Quando se trata de hospitais
psiquiátricos ou manicômios, o ato
dito terapêutico destas
instituições visa atenuar as
reações do excluído sobre o
excludente, submetendo-o à
institucionalização, que vai
tornando-o cada vez mais distante
do laço social
Assim, vai se constituindo a carreira
de um sujeito cronificado, como um
objeto destituído de valor, enquanto
a figura do médico vai angariando
poder, premissa que serviu de
sustentáculo para a classificação da
loucura como doença mental.
Nessas condições, o sujeito
classificado como doente mental
carece de poder contratual, tanto
pelo teor de enquadramento do
diagnóstico, quanto por ter sido,
primariamente, posto à margem do
sistema capitalista, estando isento
de condições econômicas que
poderiam ser capazes de lhe
sustentar alguma nomeação e
importância no meio social.
A reinserção social é dificultada pelo
percurso histórico da carreira
cronificada desses sujeitos, pois
foram internados em manicômios
que corroboraram com sua
discriminação social e econômica,
por já terem sido relegados na
sociedade e depositados como
indigentes nas celas dos hospitais
psiquiátricos.
Isto é, o encarceramento dos loucos,
pobres, negros, mulheres,
homossexuais, presos políticos e todo
o conjunto de sujeitos que
perturbavam a lógica social
predominante funcionou com o intento
primeiro de proteger a sociedade das
contradições que seu próprio sistema
econômico criou e, não sendo capaz
de superá-las, passou a apelar à
cultura manicomial como forma de
afastar de seu seio os sujeitos que
denunciavam uma longa trajetória de
exclusão e violência.
.
Para tanto, propôs o tratamento moral
como forma de correção dos hábitos e
reeducação afetiva desses sujeitos,
caracterizando um tratamento normativo,
no intento de valorizar a conduta regular
e considerada normal.
Para caracterizar a lógica manicomial, é
importante trazer à tona a denúncia de
quem sofreu seus danos. Maura Lopes
Cançado denunciou em seu diário
Hospício é Deus, escrito a partir de sua
experiência nos hospitais psiquiátricos do
Rio de Janeiro e Minas Gerais:
“Se me tornar escritora, até mesmo
jornalista, contarei honestamente o que é
um hospital de alienados.

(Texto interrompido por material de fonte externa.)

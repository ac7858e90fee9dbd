"""Check a sequence and, if nothing stands in the way, publish its tables.

The folder is written whole or not at all; an older one that wellseq made is replaced.  With --each
every value of the sequence's `each` becomes a folder of its own, FOLDER-1, FOLDER-2 and so on.
"""

from __future__ import annotations

import argparse
import sys

from wellseq.cli import status
from wellseq.cli.common import (
    add_format,
    add_lets,
    complain,
    lets_of,
    print_report,
    status_of,
)
from wellseq.cli.members import TYPE_CHECKING

if TYPE_CHECKING:
    from wellseq.checks.case import Case

EXAMPLE = "wellseq build evening.well -o evening-tables"


def add_arguments(parser: argparse.ArgumentParser) -> None:
    """FILE, -o FOLDER, --each, --each-of, --let, --format, --margins."""
    parser.add_argument("file", metavar="FILE", help="a sequence, NAME.well")
    parser.add_argument(
        "-o", "--output", required=True, metavar="FOLDER", help="the folder to publish"
    )
    parser.add_argument(
        "--each", action="store_true", help="a folder per value of the sequence's `each`"
    )
    parser.add_argument(
        "--each-of", metavar="NAME", help="the same, where a sequence has more than one `each`"
    )
    add_lets(parser)
    add_format(parser)


def run(arguments: argparse.Namespace) -> int:
    """Check, then publish; returns the exit status."""
    from wellseq.emit.examined import examined
    from wellseq.emit.publish import CannotPublish, Miswritten
    from wellseq.pipeline import publish

    cases = _cases(arguments)
    things = [examined(case) for case in cases]
    print_report(things, arguments)
    code = status.worst(status_of(thing) for thing in things)
    if code != status.CLEAR:
        complain("nothing was written")
        return code
    try:
        for folder, case in zip(_folders(arguments, len(cases)), cases, strict=True):
            publish(case, folder)
            _tell(folder, case)
    except CannotPublish as why:
        complain(str(why))
        return status.NO_OUTPUT
    except Miswritten as why:
        complain(f"this is a fault of wellseq itself: {why}; nothing was published")
        return status.OUR_FAULT
    return status.CLEAR


def _cases(arguments: argparse.Namespace) -> list[Case]:
    """The cases to publish: one, or one per value of an `each`.

    What keeps the first value from being drawn keeps all of them, and is told once.
    """
    from wellseq.pipeline import compile_file

    lets = lets_of(arguments)
    if not _alone(arguments):
        return [compile_file(arguments.file, lets=lets)]
    cases: list[Case] = []
    count = 1
    while len(cases) < count:
        number = len(cases) + 1
        each = (arguments.each_of, number) if arguments.each_of else number
        cases.append(compile_file(arguments.file, lets=lets, each=each))
        if cases[0].sequence is not None and cases[0].timeline is not None:
            count = len(cases[0].sequence.each_values)
    return cases


def _alone(arguments: argparse.Namespace) -> bool:
    """Whether every value of an `each` is to be played alone."""
    return arguments.each or arguments.each_of is not None


def _folders(arguments: argparse.Namespace, count: int) -> list[str]:
    folder = arguments.output.rstrip("/") or arguments.output
    if not _alone(arguments):
        return [folder]
    return [f"{folder}-{number + 1}" for number in range(count)]


def _tell(folder: str, case: Case) -> None:
    """One line on standard error: standard output belongs to the findings."""
    blocks = case.shipped.blocks if case.shipped is not None else ()
    rows = sum(len(block.ticks) for block in blocks)
    tables = f"{len(blocks)} table" + ("s" if len(blocks) != 1 else "")
    sys.stderr.write(f"{folder}: written, {tables}, {rows} rows; read cautions.md first\n")
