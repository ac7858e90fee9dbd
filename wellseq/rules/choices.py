"""Which waits to look at, so that a sentence is judged for every time at which a trigger may come.

What a sentence measures depends on a wait only where one of its windows reaches over it, and then
only through the order of the instants at which something changes before it and after it.  That
order is the same between two neighbouring waits at which two of those instants fall together, so
those waits, one between each two, and the shortest and longest are as good as all.

Where a window reaches over several waits at once, the same is done one wait at a time with the
others at their ends; that may show a breach, and proves nothing.
"""

from __future__ import annotations

from collections.abc import Iterator
from dataclasses import dataclass
from itertools import pairwise

from wellseq.model import rulebook as book
from wellseq.rules.axis import Axis, Run
from wellseq.rules.moments import beginnings
from wellseq.rules.reading import Reading
from wellseq.rules.sentences import breaches
from wellseq.rules.signals import Signals

RUNS_MAX = 500
"""Waits looked at for one sentence and one place; beyond, not every arrival has been looked at."""
SHIFTS_MAX = 200


@dataclass(frozen=True, slots=True)
class Look:
    """A run to judge, and the instants between which its breaches count.

    `waits` are the stretches whose wait was chosen; empty for the whole axis.
    """

    run: Run
    low: int
    high: int
    waits: tuple[int, ...] = ()


@dataclass(slots=True)
class Choices:
    """The runs for one sentence; `complete` is False when they do not stand for all arrivals."""

    signals: Signals
    sentence: book.Sentence
    complete: bool = True

    @property
    def axis(self) -> Axis:
        """The axis of time."""
        return self.signals.axis

    def looks(self) -> Iterator[Look]:
        """The whole axis with its longest waits, then what its windows reach over."""
        axis = self.axis
        longest = axis.run()
        yield Look(longest, 0, longest.end)
        # What follows a wait that takes no time comes just after what was before it, and most
        # happens within a window when no time is lost by waiting.
        shortest = axis.run([one.shortest for one in axis.stretches if one.waits])
        yield Look(shortest, 0, shortest.end)
        if isinstance(self.sentence, book.Counted):
            # A wait that takes no time at all does not begin; one that takes hardly any does.
            hardly = axis.run(
                [max(one.shortest, min(1, one.longest)) for one in axis.stretches if one.waits]
            )
            yield Look(hardly, 0, hardly.end)
            self._look_into_waits(self.sentence, longest)
            return
        windows = self._windows()
        if windows:
            for cluster in self._clusters(sum(windows)):
                yield from self._around(cluster, windows)

    def _look_into_waits(self, counted: book.Counted, longest: Run) -> None:
        """What begins within a wait, or when a window says so, the two runs do not stand for."""
        for moment in beginnings(counted.event, Reading(self.signals, longest)):
            stretch, at = self.axis.where(longest, moment.high)
            if stretch.waits and at and counted.window_s is not None:
                self.complete = False
        windows = self._windows()
        for cluster in self._clusters(sum(windows)) if windows else ():
            look = self._cut(longest, cluster, sum(windows))
            points = _Points(self.signals, counted, look)
            if any(points.matter(number) for number in cluster):
                self.complete = False

    def _windows(self) -> list[int]:
        """The windows that are measured on conditions, in units."""
        return [
            self.axis.units(window_s)
            for condition in book.conditions_of(self.sentence)
            for window_s in book.windows_in(condition)
        ]

    def _clusters(self, reach: int) -> Iterator[list[int]]:
        """Numbers of the waits, together where a block between is not longer than the reach."""
        cluster: list[int] = []
        for number, stretch in enumerate(self.axis.stretches):
            if not stretch.waits:
                continue
            if cluster and self.axis.stretches[number - 1].longest > reach:
                yield cluster
                cluster = []
            cluster.append(number)
        if cluster:
            yield cluster

    def _around(self, cluster: list[int], windows: list[int]) -> Iterator[Look]:
        """The runs around one wait, or around several that a window can reach over."""
        reach = sum(windows)
        longest = self._cut(self.axis.run(), cluster, reach)
        points = _Points(self.signals, self.sentence, longest)
        if not any(points.matter(number) for number in cluster):
            return
        if not breaches(self.sentence, Reading(self.signals, longest.run), loosely=True):
            return
        shifts = _shifts(windows)
        if len(cluster) > 1 or shifts is None:
            self.complete = False
        for tried, chosen in enumerate(self._chosen(cluster, points, shifts or [0])):
            if tried == RUNS_MAX:
                self.complete = False
                return
            waits = [
                chosen.get(number, one.longest)
                for number, one in enumerate(self.axis.stretches)
                if one.waits
            ]
            run = self.axis.run(waits)
            if isinstance(self.sentence, book.Always):
                yield self._cut(run, cluster, reach)
            else:
                # Where a moment lies may depend on what is far away.
                yield Look(run, 0, run.end, tuple(cluster))

    def _chosen(
        self, cluster: list[int], points: _Points, shifts: list[int]
    ) -> Iterator[dict[int, int]]:
        """Waits by stretch: each in turn at what matters, the others at their ends."""
        stretches = self.axis.stretches
        ends = [{number: stretches[number].shortest for number in cluster}]
        if len(cluster) > 1:
            ends.append({number: stretches[number].longest for number in cluster})
        for others in ends:
            for number in cluster:
                for wait in points.waits(number, shifts):
                    yield {**others, number: wait}

    def _cut(self, run: Run, cluster: list[int], reach: int) -> Look:
        """The part of a run that a cluster's waits can matter to, and what they need to be read."""
        start = run.starts[cluster[0]]
        end = run.starts[cluster[-1]] + run.lengths[cluster[-1]]
        part = run.between(start - 2 * reach, end + 2 * reach)
        return Look(part, start - reach, end + reach, tuple(cluster))


class _Points:
    """The instants at which something that a sentence speaks of changes, on a run around waits."""

    def __init__(self, signals: Signals, sentence: book.Sentence, look: Look) -> None:
        self.axis, self.run = signals.axis, look.run
        reading = Reading(signals, look.run)
        found: set[int] = set()
        for condition in book.conditions_of(sentence):
            for atom in book.atoms_in(condition):
                for cuts in reading.atom(atom):
                    found.update(cut >> 1 for cut in cuts)
                if isinstance(atom, book.Playing | book.Driven):
                    for one in signals.spans(atom):
                        start = self.run.starts[one.stretch]
                        found.update((start + one.start, start + one.end))
        low, high = self.run.low >> 1, self.run.high >> 1
        found.update((low, high))
        self.times = sorted(time for time in found if low <= time <= high)

    def matter(self, number: int) -> bool:
        """Whether anything changes both before a wait, or in it, and after it."""
        return all(len(side) > 0 for side in self._sides(number))

    def _sides(self, number: int) -> tuple[list[int], list[int]]:
        """Times before the end of a wait, counted from its beginning; times after it, from its end.

        The ends of what is looked at count only where they are the ends of the whole axis.
        """
        start, end = self.run.starts[number], self.run.starts[number] + self.run.lengths[number]
        low, high = self.run.low >> 1, self.run.high >> 1
        inner = [
            time for time in self.times if low < time < high or time == 0 or time == self.run.end
        ]
        return [time - start for time in inner if time < end], [
            time - end for time in inner if time >= end
        ]

    def waits(self, number: int, shifts: list[int]) -> list[int]:
        """The waits at which two changes fall together, those between them, and the two ends."""
        stretch = self.axis.stretches[number]
        first, last = stretch.shortest, stretch.longest
        before, after = self._sides(number)
        found = {first, last}
        for shift in shifts:
            for early in (*before, 0):
                for late in (*after, 0):
                    wait = shift + early - late
                    if first < wait < last:
                        found.add(wait)
            if len(found) > RUNS_MAX:
                break
        ends = sorted(found)
        return sorted({*ends, *((one + other) // 2 for one, other in pairwise(ends))})


def _shifts(windows: list[int]) -> list[int] | None:
    """How far apart two changes can be and still be compared: sums of windows and differences.

    None when there are too many.
    """
    found = {0}
    for window in windows:
        found = {one + step for one in found for step in (-window, 0, window)}
        if len(found) > SHIFTS_MAX:
            return None
    return sorted(found)
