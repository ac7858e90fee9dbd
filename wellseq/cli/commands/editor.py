"""Serve an editor: the language server on standard input and output.

Editors start it themselves and speak the Language Server Protocol 3.17 with it.  What it finds is
what `check` finds, in buffers that are not saved as well.  It needs the libraries of the optional
group: pip install 'wellseq[editor]'.
"""

from __future__ import annotations

import argparse
import os

from wellseq.cli import status
from wellseq.cli.common import complain

EXAMPLE = "wellseq editor --stdio"


def add_arguments(parser: argparse.ArgumentParser) -> None:
    """--stdio, which some editors add and which changes nothing."""
    parser.add_argument("--stdio", action="store_true", help="standard input and output (always)")


def run(arguments: argparse.Namespace) -> int:
    """Serve until the editor says goodbye; returns the exit status."""
    try:
        from wellseq.editor.server import made
    except ModuleNotFoundError as error:
        if error.name not in ("pygls", "lsprotocol"):
            raise
        complain("the language server needs two more libraries: pip install 'wellseq[editor]'")
        return status.USAGE
    server = made()
    # Copies: the server closes what it was given, and nothing else may write to the real ones.
    with os.fdopen(os.dup(0), "rb") as reader, os.fdopen(os.dup(1), "wb") as writer:
        server.start_io(reader, writer)
    return status.CLEAR if server.dismissed else status.FINDINGS
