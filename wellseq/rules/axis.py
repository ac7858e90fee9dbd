"""The axis of time: blocks and the waits between them, counted in whole units of one fine clock.

A wait lasts from nothing to its longest, so the axis has no length of its own: a `Run` is the axis
with every wait chosen.  What is true at an instant is kept per stretch, in the stretch's own time,
and laid out on a run when its waits are known.
"""

from __future__ import annotations

import math
from collections.abc import Iterable, Iterator, Sequence
from dataclasses import dataclass, replace
from fractions import Fraction

from wellseq.rules.cuts import NOTHING, Cuts, after, before, within
from wellseq.timeline.shipped import Shipped
from wellseq.timeline.timeline import Block, Timeline

UNITS_PER_S = 2 * 10**12
"""Half a picosecond at the coarsest: every clock of a trap is a whole number of picoseconds."""
UNITS_PER_S_MAX = 10**40
"""Times that would need a finer unit than this are rounded to it."""


@dataclass(frozen=True, slots=True)
class Stretch:
    """A block, or the wait before one; lengths in units.

    `index` is the block's, for a wait that of the block it ends at.  A block is as long as
    `longest` says, a wait anything from `shortest` to `longest`.
    """

    index: int
    waits: bool
    shortest: int
    longest: int


@dataclass(frozen=True, slots=True)
class Run:
    """The axis with chosen waits: where each stretch begins, where all ends; units.

    `lengths` and `starts` are per stretch.  Only what lies between the cuts `low` and `high` is
    known; they hold the whole run, or the part of it that is looked at.
    """

    lengths: tuple[int, ...]
    starts: tuple[int, ...]
    low: int
    high: int

    @property
    def end(self) -> int:
        """The last instant of the whole run."""
        return self.starts[-1] + self.lengths[-1]

    def between(self, start: int, end: int) -> Run:
        """The part of a run between two instants, as far as there is a run."""
        return replace(self, low=max(self.low, before(start)), high=min(self.high, after(end)))


class Axis:
    """The stretches of a timeline in order, and the unit in which their times are whole.

    `windows_s` are the windows of all rules that will be judged on it.
    """

    def __init__(self, timeline: Timeline, shipped: Shipped, windows_s: Iterable[Fraction]) -> None:
        self.timeline = timeline
        self.per_s = _fine_enough((*windows_s, *_times_of(timeline, shipped)))
        self.stretches = tuple(self._stretches(timeline.blocks))
        self.ends_at = len(self.stretches) - 1

    def units(self, seconds: Fraction) -> int:
        """A time in units; exact unless it is finer than the finest unit."""
        return round(seconds * self.per_s)

    def seconds(self, units: int) -> Fraction:
        """A time in s."""
        return Fraction(units, self.per_s)

    def _stretches(self, blocks: Sequence[Block]) -> Iterator[Stretch]:
        for block in blocks:
            if block.index:
                shortest = max(block.first_row_s - block.jitter_s, Fraction(0))
                longest = block.within_s + block.first_row_s + block.jitter_s
                yield Stretch(block.index, True, self.units(shortest), self.units(longest))
            duration = self.units(block.duration_s)
            yield Stretch(block.index, False, duration, duration)

    def span(self, number: int, length: int) -> tuple[int, int]:
        """The cuts between which a stretch of a length lies, in its own time.

        The last block holds its last instant; every other stretch leaves it to the next one.
        """
        return before(0), after(length) if number == self.ends_at else before(length)

    def run(self, waits: Sequence[int] | None = None) -> Run:
        """The whole axis with these waits, one per wait in order; the longest unless given."""
        chosen = iter(waits) if waits is not None else None
        lengths = tuple(
            next(chosen) if chosen is not None and one.waits else one.longest
            for one in self.stretches
        )
        starts = [0]
        for length in lengths:
            starts.append(starts[-1] + length)
        return Run(lengths, tuple(starts[:-1]), before(0), after(starts[-1]))

    def laid_out(self, local: Sequence[Cuts], run: Run) -> Cuts:
        """Sets of the stretches, each in its own time, as one set on a run."""
        found: list[int] = []
        for number, (cuts, length, start) in enumerate(
            zip(local, run.lengths, run.starts, strict=True)
        ):
            if not cuts or 2 * start >= run.high or 2 * (start + length) < run.low:
                continue
            for cut in within(cuts, *self.span(number, length)):
                found.append(cut + 2 * start)
                if len(found) > 1 and len(found) % 2 and found[-1] == found[-2]:
                    del found[-2:]
        return within(tuple(found), run.low, run.high) if found else NOTHING

    def where(self, run: Run, time: int) -> tuple[Stretch, int]:
        """The stretch that an instant of a run lies in, and the time in it.

        Of two stretches that meet there, the later one.
        """
        last = 0
        for number, start in enumerate(run.starts):
            if start <= time and (run.lengths[number] or number == self.ends_at):
                last = number
        return self.stretches[last], time - run.starts[last]


def _fine_enough(times: Iterable[Fraction]) -> int:
    """A number of units per second in which all of these times are whole, and their halves too."""
    per_s = UNITS_PER_S
    for denominator in sorted({time.denominator for time in times}):
        finer = math.lcm(per_s, 2 * denominator)
        if finer > UNITS_PER_S_MAX:
            return per_s * (UNITS_PER_S_MAX // per_s)
        per_s = finer
    return per_s


def _times_of(timeline: Timeline, shipped: Shipped) -> Iterator[Fraction]:
    """Every time of a timeline at which something can begin or end, s."""
    for output in timeline.trap.outputs:
        yield output.delay_s
    for rows in shipped.blocks:
        yield rows.tick_s
        for rounding in rows.roundings:
            yield rounding.asked_s
    for block in timeline.blocks:
        yield from (block.duration_s, block.within_s, block.first_row_s, block.jitter_s)
        for span in block.spans:
            yield from (span.start_s, span.end_s)
        for drive in block.drives:
            yield from (drive.start_s, drive.stop_s)
        for edge in block.edges:
            yield from (edge.start_s, edge.end_s)
        for piece in block.pieces:
            yield from (piece.start_s, piece.end_s)
        for change in block.changes:
            yield change.time_s
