"""Explain a step, a clause, a unit or a finding.

The pages are those of the manual; what is known about a unit or a clause comes from the program.
"""

from __future__ import annotations

import argparse
import sys

from wellseq.cli import status
from wellseq.cli.common import complain
from wellseq.cli.members import TYPE_CHECKING

if TYPE_CHECKING:
    from pathlib import Path

EXAMPLE = "wellseq explain evaporate well-too-shallow V/us"


def add_arguments(parser: argparse.ArgumentParser) -> None:
    """NAME…"""
    parser.add_argument("name", nargs="+", metavar="NAME", help="a step, clause, unit or finding")


def run(arguments: argparse.Namespace) -> int:
    """Print what is known about every name; returns the exit status."""
    codes = []
    for number, name in enumerate(arguments.name):
        text = explanation(name)
        if text is None:
            complain(f"'{name}' is not known; {_near(name)}")
            codes.append(status.USAGE)
        else:
            sys.stdout.write(("\n" if number else "") + text.strip("\n") + "\n")
            codes.append(status.CLEAR)
    return status.USAGE if status.USAGE in codes else status.CLEAR


def explanation(name: str) -> str | None:
    """Everything known about a name as text, None when nothing is."""
    parts = [page.read_text("utf-8") for key, page in pages() if key == name]
    parts += [text for text in (_clause(name), _unit(name)) if text]
    return "\n\n".join(part.strip("\n") for part in parts) if parts else None


def pages() -> list[tuple[str, Path]]:
    """(name, file) of every page: steps, checks, and what verify can find."""
    from wellseq.base.data import data_folder

    folders = (
        data_folder("grammar") / "steps",
        data_folder("safety") / "checks",
        data_folder("safety") / "verify",
    )
    return [(page.stem, page) for folder in folders for page in sorted(folder.glob("*.md"))]


def _clause(name: str) -> str:
    """Which steps take a clause or a bare word of this name, and what stands after it."""
    from wellseq.base.names import RESERVED
    from wellseq.model.reader import signature
    from wellseq.model.steps import step_class, verbs

    found = []
    for verb in verbs():
        kind = step_class(verb)
        if kind is not None and name in {**signature(kind).clauses, **signature(kind).words}:
            found.append(f"  {' '.join((kind.__doc__ or '').split(chr(10) * 2)[0].split())}")
    if found:
        return f"`{name}` is a word of these steps:\n" + "\n".join(found)
    return f"`{name}` is a word of the language; no name may be one." if name in RESERVED else ""


def _unit(name: str) -> str:
    """What a unit word is in base units."""
    from wellseq.base.quantity import QuantityError, kind_name, unit_of

    try:
        factor, kind = unit_of(name)
    except QuantityError:
        return ""
    if not name:
        return ""
    return f"`{name}` is a unit: 1 {name} = {float(factor):g} {kind_name(kind)}"


def _near(name: str) -> str:
    from wellseq.base.names import RESERVED, nearest
    from wellseq.base.quantity import UNITS
    from wellseq.model.steps import verbs

    known = {key for key, _ in pages()} | RESERVED | set(UNITS) | set(verbs())
    return nearest(name, known, "known names")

Propagam uma
série de mentiras sobre estes hospitais:
que o tratamento é bom, tudo se tem
feito para minorar o sofrimento dos
doentes. E eu digo: É MENTIRA!”
Sobre as práticas divulgadas como terapêuticas,
ela ainda relata sua arbitrariedade e utilidade
enquanto castigo diante de qualquer desvio na
norma de conduta imposta por aqueles que
detinham o poder dentro do hospital:
“O senhor é arbitrário e irresponsável. Deu-me
um eletrochoque quando fui sua paciente, sei
que há contraindicação no meu caso. Possuo
dois eletroencefalogramas anormais, fui vítima
de crises convulsivas até quinze anos. Um dos
eletros está dentro da minha papeleta, ou ficha.
Como meu médico, o senhor devia ter-se
inteirado antes, e o respeitado. Fez o
eletrochoque por vingança e para castigar-me.
Este método é muito usado pelos psiquiatras,
sei. Eletrochoque devia ser tratamento, e não
instrumento de vingança em mãos
irresponsáveis. Mas, aqui, até as guardas
ameaçam doentes com eletrochoques, trazendo-
as em constante estado de tensão nervosa.”
Podemos observar, então, o uso de métodos
agressivos para tentar devolver à norma
estabelecida aquele que perturbava o ambiente.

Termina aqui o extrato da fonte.